Problem description: Each line of the entries below that holds "Writer" is needed, copied in full.

Entries provided:
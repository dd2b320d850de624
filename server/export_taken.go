package server

import (
	"context"
	"io"

	"github.com/labstack/echo/v4"

	"tripwell/export"
	"tripwell/forms"
	"tripwell/store"
	"tripwell/store/record"
)

const (
	workbookKind = "application/vnd.openxmlformats-officedocument.spreadsheetml.sheet"
	labelsKind   = "application/pdf"
)

// exportTaken writes down that something leaves the house, before it leaves.
func (s *Server) exportTaken(ctx context.Context, by, what, site string, from, to forms.Day) error {
	body := map[string]any{"what": what, "site": site, "from": from.String(), "to": to.String()}
	_, err := s.store.Append(ctx, store.Draft{Kind: "export.taken", Log: "office", Subject: by, By: by, Body: body})
	return err
}

// sendWorkbook sends the workbook of a scope; the office page and the owner's face send the same one.
func (s *Server) sendWorkbook(c echo.Context, sc store.Scope, by string) error {
	from, err := dayParam(c, "from")
	if err != nil {
		return err
	}
	to, err := dayParam(c, "to")
	if err != nil {
		return err
	}
	if from != forms.NoDay && to != forms.NoDay && to < from {
		return refuse(codeInvalid, "to", "The period ends before it begins. Swap its two days.")
	}
	site, name, err := s.siteAsked(sc, c.QueryParam("site"))
	if err != nil {
		return err
	}
	if err := s.exportTaken(c.Request().Context(), by, "workbook", site, from, to); err != nil {
		return err
	}
	return s.download(c, workbookKind, "tripwell-"+name+".xlsx", func(w io.Writer) error {
		return export.WorkbookOf(w, s.store, sc, export.WorkbookAsk{Site: site, From: from, To: to})
	})
}

// sendLabels sends the label sheets of a scope.
func (s *Server) sendLabels(c echo.Context, sc store.Scope, by string) error {
	sheet := c.QueryParam("sheet")
	if sheet == "" {
		sheet = export.Letter3x10.Name
	}
	size, err := export.SheetNamed(sheet)
	if err != nil {
		return err
	}
	start, err := countParam(c, "start", 1)
	if err != nil {
		return err
	}
	site, name, err := s.siteAsked(sc, c.QueryParam("site"))
	if err != nil {
		return err
	}
	labels, err := export.LabelsOf(s.store, sc, site, c.QueryParams()["device"]...)
	if err != nil {
		return err
	}
	if device := c.QueryParam("device"); device != "" {
		if labels, err = s.labelOfDevice(sc, device, labels); err != nil {
			return err
		}
	}
	if err := s.exportTaken(c.Request().Context(), by, "labels", site, forms.NoDay, forms.NoDay); err != nil {
		return err
	}
	return s.download(c, labelsKind, "labels-"+name+".pdf", func(w io.Writer) error {
		return export.Labels(w, size, labels, start)
	})
}

// siteAsked resolves an optional site, so that a wrong one is told before anything is written down: its id, and its code
// for the file's name ("all" without a site).
func (s *Server) siteAsked(sc store.Scope, idOrCode string) (id, name string, err error) {
	if idOrCode == "" {
		return "", "all", nil
	}
	err = s.store.View(sc, func(v *store.View) error {
		site, err := v.Site(idOrCode)
		id, name = site.ID, site.Code
		return err
	})
	return id, name, err
}

// labelOfDevice picks the one label of a device.
func (s *Server) labelOfDevice(sc store.Scope, device string, labels []export.Label) ([]export.Label, error) {
	var picked []export.Label
	err := s.store.View(sc, func(v *store.View) error {
		d, err := v.Device(device, forms.DayOf(s.store.Now()))
		if err != nil {
			return err
		}
		tag, _ := record.ParseTag(d.Tag)
		for _, l := range labels {
			if l.Tag == tag {
				picked = append(picked, l)
			}
		}
		return nil
	})
	return picked, err
}
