package server

import (
	"net/http"
	"net/url"

	"github.com/labstack/echo/v4"

	"tripwell/store"
)

// tagOpen answers the address printed on a label. Signed out, a known and an unknown tag look alike: the store is not
// even asked.
func (s *Server) tagOpen(c echo.Context) error {
	p := person(c)
	if p.ID == "" {
		return s.toSignIn(c)
	}
	tag := c.Param("tag")
	if p.Role == "crew" {
		return toPage(c, "/field#tag="+url.QueryEscape(tag))
	}
	var device string
	err := s.store.View(scope(c), func(v *store.View) error {
		holders, err := v.Tag(tag)
		if err != nil {
			return err
		}
		for _, h := range holders {
			if h.Device != "" {
				device = h.Device
				return nil
			}
		}
		return refuse(codeNotFound, "tag", "No device on your sites has this tag. Check its seven characters, or bind it to a device first.")
	})
	if err != nil {
		return refusedAs(err, codeNotFound, "No device on your sites has this tag. Check its seven characters, or bind it to a device first.")
	}
	return toPage(c, "/devices/"+device)
}

// fieldShow is the field client's shell; the client reads the rest of the address itself. The shell holds nothing of
// anybody's: an enrolled phone works by its own token long after the browser's session has ended, and a phone that is not
// enrolled is told 401 by the exchange and sends its reader to /in?next=/field.
func (s *Server) fieldShow(c echo.Context) error {
	return s.page(c, http.StatusOK, "field.html", s.frame(c, "Tripwell", "field"))
}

Solved problem:
	return s.download(c, workbookKind, "tripwell-"+name+".xlsx", func(w io.Writer) error {
	return s.download(c, labelsKind, "labels-"+name+".pdf", func(w io.Writer) error {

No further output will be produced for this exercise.